Maryland’s latest credit reviews preserved the State’s top-tier rating but also raised new concerns about long-term fiscal pressures and future budget sustainability.
Maryland retained its top-tier credit standing this week as Fitch Ratings affirmed the State’s AAA issuer and general obligation bond ratings and assigned a AAA rating to $800 million in new GO bonds.
At the same time, S&P Global Ratings also assigned a AAA rating to Maryland’s new 2026 GO bonds and affirmed the State’s existing AAA general obligation debt.
The ratings reaffirm Maryland’s strong credit profile and ability to borrow at favorable rates. For counties, those ratings matter because the State regularly finances significant capital projects through GO bonds, including school construction and other infrastructure investments that support local communities.
Maryland’s GO bonds carry the State’s full faith and credit pledge and represent one of the most closely watched measures of fiscal health.
Both rating agencies pointed to Maryland’s diverse economy, strong reserves, disciplined financial management, and broad ability to raise revenues as strengths supporting the State’s highest credit rating.
Fitch highlighted Maryland’s “extremely strong” operating performance and cited well-funded reserves, long-term financial planning, and a history of budget adjustments when needed. The agency also pointed to Maryland’s significant federal presence, including agencies, contractors, and military facilities, as a stabilizing force for the State’s economy.
But while Fitch maintained a Stable Outlook, S&P took a more cautious step and revised Maryland’s outlook to Negative from Stable.
S&P did not lower Maryland’s AAA rating. However, the agency warned that growing budget pressures and concerns over long-term structural balance could eventually affect the State’s credit profile if policymakers do not make timely adjustments.

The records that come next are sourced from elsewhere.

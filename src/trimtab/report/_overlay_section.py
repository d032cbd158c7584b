"""The hedge overlay section of a rebalance report (scenario ``overlay:``): the notionals and contracts,
and the cash book, the overlay and the hedged book side by side, as table files, JSON, HTML and on
the terminal. Lays out ``RebalanceResult.overlay`` (computed in :mod:`trimtab.construct._overlay_result`)."""

from __future__ import annotations

from collections.abc import Mapping
from typing import Any

import pandas as pd
from rich.console import Console
from rich.table import Table

from trimtab.attribution import format_figure
from trimtab.report._html_parts import _e, _figure, _table
from trimtab.report._stress_pages import bars_chart

#: Display names of the books (columns of the exposure table, rows of the risk table).
BOOK_NAMES = {"cash_book": "cash book", "overlay": "overlay", "hedged": "hedged book",
              "hedged_after_rounding": "hedged, whole contracts"}
RISK_NAMES = {"total_risk": "total risk", "tracking_error": "tracking error", "factor_risk": "factor part",
              "specific_risk": "specific part"}
NOTE = ("The overlay is sized in the same problem as the book: the tracking-error, exposure, beta and stress "
        "limits and the objective's risk read the hedged book (cash book + overlay); the budget, long-only, "
        "position, group, turnover and liquidity limits read the cash book. Notionals are fractions of NAV "
        "(negative: short); every limit was verified on them before contract rounding. The other sections of this "
        "report (risk figures, attribution, stress tests, trades) are the cash book's.")


def overlay_of(subject: Any) -> Any:
    """The subject's OverlayResult, or None."""
    return getattr(subject, "overlay", None)


def _risk_display(part: Any) -> pd.DataFrame:
    """figure × book (annualised volatilities); the overlay's tracking error is its own volatility."""
    frame = part.risk.T.rename(index=RISK_NAMES, columns=BOOK_NAMES)
    frame.index.name = "figure"
    return frame


def _exposure_display(part: Any, top: int) -> pd.DataFrame:
    """The factors the overlay moves most (and every one the hedged book is far from the cash book)."""
    frame = part.exposures
    order = frame["overlay"].abs().sort_values(ascending=False).index
    return frame.loc[order[:top]].rename(columns=BOOK_NAMES)


def overlay_tables(subject: Any) -> dict[str, pd.DataFrame]:
    """overlay.csv (instrument notionals and contracts), overlay_exposures.csv, overlay_risk.csv."""
    part = overlay_of(subject)
    if part is None:
        return {}
    return {"overlay": part.table, "overlay_exposures": part.exposures, "overlay_risk": part.risk}


def overlay_comparison_rows(subjects: Mapping[str, Any]) -> list[tuple[str, str, str, dict[str, Any]]]:
    """Rows of the comparison table for scenarios with an overlay (none when no scenario has one):
    the hedged book's tracking error and total risk, and the overlay's gross notional."""
    parts = {name: overlay_of(subject) for name, subject in subjects.items()}
    if all(p is None for p in parts.values()):
        return []
    nan = float("nan")

    def figure(book: str, column: str) -> dict[str, Any]:
        # a scenario without an overlay is its own hedged book
        return {n: float(getattr(subjects[n], "figures", {}).get(column, nan)) if p is None
                else float(p.risk.loc[book, column]) for n, p in parts.items()}

    return [
        ("hedged_tracking_error", "Tracking error, hedged book (cash book + overlay)", "fraction",
         figure("hedged", "tracking_error")),
        ("hedged_total_risk", "Total risk, hedged book", "fraction", figure("hedged", "total_risk")),
        ("overlay_gross", "Overlay gross notional (Σ|notional|, of NAV)", "fraction",
         {n: 0.0 if p is None else float(p.notional.abs().sum()) for n, p in parts.items()}),
    ]


def overlay_document(subject: Any) -> dict[str, Any] | None:
    """result.json ``overlay``: instruments, exposures and risk by book, or None."""
    part = overlay_of(subject)
    return None if part is None else {**part.to_dict(), "note": NOTE}


def _tables_html(part: Any) -> str:
    units = {"notional": "fraction", "contracts": "count", "notional_after_rounding": "fraction"}
    risk = _risk_display(part)
    return (
        _table(part.table, units, "Instrument", headers={"notional_after_rounding": "notional, whole contracts"})
        + _table(risk, {c: "fraction" for c in risk.columns}, "Figure",
                 caption="Annualised volatility of each book; active against the benchmark except for the overlay alone.")
    )


def overlay_page_html(subject: Any, top: int = 8) -> str:
    """The explore page's overlay box: the notionals, the three books' risk and exposures ('' without one)."""
    part = overlay_of(subject)
    if part is None:
        return ""
    exposures = _exposure_display(part, top)
    return _tables_html(part) + _table(exposures, {c: "exposure" for c in exposures.columns}, "Factor",
                                       caption="The factors the overlay moves most.")


def overlay_html(subject: Any, h: str, key: str, top: int = 10) -> str:
    """The HTML section: notionals, risk of the three books, and the exposure chart and table."""
    part = overlay_of(subject)
    if part is None:
        return ""
    exposures = _exposure_display(part, top)
    shown = exposures.head(6)[[BOOK_NAMES[b] for b in ("cash_book", "overlay", "hedged")]]
    chart = bars_chart(shown, xlabel="exposure (the model's units)", name=f"{key}-overlay-exposures", percent=False)
    return (
        f'<{h} id="{key}-overlay">Hedge overlay</{h}><p>{_e(NOTE)}</p>'
        + _tables_html(part)
        + _figure(chart, "Factor exposures of the cash book, the overlay and the hedged book (active for the books "
                         "when there is a benchmark); the six factors the overlay moves most.")
        + _table(exposures, {c: "exposure" for c in exposures.columns}, "Factor")
    )


def print_overlay(subject: Any, console: Console, top: int = 10) -> None:
    """The overlay on the terminal (nothing without one)."""
    part = overlay_of(subject)
    if part is None:
        return
    console.print("With the hedge overlay, the figures before and after the trades and the attribution are the "
                  "cash book's; the hedged book's are here.", markup=False, highlight=False)
    table = Table(title="Hedge overlay (sized with the book; notional as a fraction of NAV, negative short)",
                  title_justify="left")
    frame = part.table
    table.add_column("instrument")
    for column in frame.columns:
        table.add_column(column.replace("_", " "), justify="right")
    for name, row in frame.iterrows():
        table.add_row(str(name), *[("–" if pd.isna(v) else f"{int(v):,}") if c == "contracts"
                                   else format_figure(v, "fraction") for c, v in row.items()])
    console.print(table)
    risk = _risk_display(part)
    table = Table(title="Cash book, overlay and together (annualised)", title_justify="left")
    table.add_column("figure")
    for column in risk.columns:
        table.add_column(str(column), justify="right")
    for name, row in risk.iterrows():
        table.add_row(str(name), *[format_figure(v, "fraction") for v in row])
    console.print(table)
    exposures = _exposure_display(part, top)
    table = Table(title="Exposures the overlay moves most", title_justify="left")
    table.add_column("factor")
    for column in exposures.columns:
        table.add_column(str(column), justify="right")
    for name, row in exposures.iterrows():
        table.add_row(str(name), *[f"{v:+.3f}" for v in row])
    console.print(table)
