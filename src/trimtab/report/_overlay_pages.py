"""The output folder of ``trimtab overlay``: CSV tables, result.json and a short report.html.

Lays out an :class:`~trimtab.hedge.OverlayResult`; computes nothing but display rounding.
"""

from __future__ import annotations

import html
from collections.abc import Mapping, Sequence
from pathlib import Path
from typing import Any

import pandas as pd

from trimtab._output import output_folder
from trimtab.report._pages import figure_block, html_table, write_page
from trimtab.report._stress_pages import _write, bars_chart

_PERCENT = ("notional", "notional_after_rounding", "cost", "total", "total_factor", "total_specific", "active",
            "active_factor", "active_specific", "residual_volatility")


def write_overlay(result: Any, target: Path, inputs: Sequence[Path], *, settings: Mapping[str, Any]) -> list[str]:
    """trades.csv, exposures.csv, risk.csv, instruments.csv (and fit.csv), result.json, report.html."""
    tables = {"trades": result.trades, "exposures": result.exposures, "risk": result.risk, "instruments": result.instruments}
    if len(result.fit):
        tables["fit"] = result.fit
    document = {"document": "trimtab.overlay", "settings": dict(settings), "added_specific_risk": result.added_specific_risk,
                "cost": result.cost, "notes": list(result.notes)}
    with output_folder(target, inputs) as tmp:
        files = _write(tmp, tables, document)
        ex = result.exposures
        moved = (ex["before"] - ex["after_rounding"]).abs().sort_values(ascending=False)
        shown = list(dict.fromkeys([*ex.index[ex["target"].notna()], *moved.index[:10]]))
        chart = ex.loc[shown, ["before", "after_rounding"]].rename(columns={"after_rounding": "after the overlay"})
        charts = {"Exposures before and after the overlay (rounded contracts; largest moves and every target)":
                  bars_chart(chart, xlabel="exposure (the model's units: beta for market, score units for styles)",
                             name="ov-exposures", percent=False)}
        risk = result.risk.rename(index={"after_rounding": "after rounding"})
        sections = [
            ("Trades", html_table(_trades_display(result.trades), percent_columns=_PERCENT)),
            ("Charts", figure_block(charts)),
            ("Risk (annualised volatility)", html_table(risk, percent_columns=_PERCENT)),
            ("Exposures", html_table(ex.round(4) + 0.0, percent_columns=())),
            ("Instruments (exposure per unit of notional)",
             html_table(_rounded(result.instruments.drop(columns="kind").T.rename_axis("factor")), percent_columns=())),
            ("Summary", f"<pre>{html.escape(result.summary().as_text())}</pre>"),
        ]
        if len(result.fit):
            sections.insert(4, ("Instruments fitted from returns", html_table(result.fit, percent_columns=_PERCENT)))
        notes = [
            "The hedged book is w + X·h (X the basket weights, h the notionals as fractions of NAV); its risk is "
            "(Bᵀa + E·h)ᵀF(Bᵀa + E·h) + Σᵢdᵢ(aᵢ + (Xh)ᵢ)² + Σⱼsⱼhⱼ², so a basket's overlap with the book counts.",
            *result.notes,
        ]
        write_page(tmp / "report.html", "Hedge overlay", sections, notes=notes)
    return files


def _trades_display(trades: Any) -> Any:
    """Whole contracts and currency amounts as integers, the cost in basis points of NAV."""
    shown = trades.copy()
    shown["amount"] = shown["amount"].round().astype("Int64")
    for column in ("contracts", "held", "trade", "amount"):
        if column in shown:  # whole numbers with thousands separators, "–" where there are none
            shown[column] = pd.Series([float("nan") if pd.isna(v) else int(v) for v in shown[column]], index=shown.index,
                                      dtype=object)
    shown["cost"] = shown["cost"] * 1e4
    return shown.rename(columns={"amount": "amount (currency)", "cost": "cost (bp of NAV)"})


def _rounded(frame: Any) -> Any:
    numbers = frame.select_dtypes("number").columns
    return frame.assign(**{str(c): frame[c].round(4) + 0.0 for c in numbers})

The outlook change reflects concerns that Maryland faces increasing pressure from spending commitments and future budget gaps. S&P stated that the State could face a downgrade if it does not establish a sustainable path back to structural balance while maintaining adequate reserves.
Those concerns align with broader fiscal discussions already underway in Annapolis. The Department of Legislative Services projects a fiscal 2027 structural shortfall of roughly $598 million, growing to approximately $2.6 billion in fiscal 2028 and more than $3.4 billion by fiscal 2030. DLS also projects ongoing spending growth averaging 5.6% annually, outpacing projected ongoing revenue growth of 3.5%.
Fitch also highlighted some of those same pressures, identifying education and Medicaid as Maryland’s largest long-term spending commitments. It specifically cited the expansion of education funding obligations as a potential future risk if recurring revenues do not keep pace with spending growth.
DLS similarly projects that budget pressures will increase beginning in fiscal 2028, as Blueprint costs exceed available dedicated Blueprint revenues, requiring greater General Fund support to close future structural gaps.
Fitch also highlighted Maryland’s pension obligations as an area to watch, noting elevated long-term liabilities relative to many states, though still manageable relative to Maryland’s broader economic base.
Bottom line: Maryland kept its AAA rating, but S&P’s outlook change adds another sign that long-term fiscal pressures continue building. Projected deficits, growing spending obligations, and future funding demands will likely keep many of this year’s budget debates on the table in the years ahead.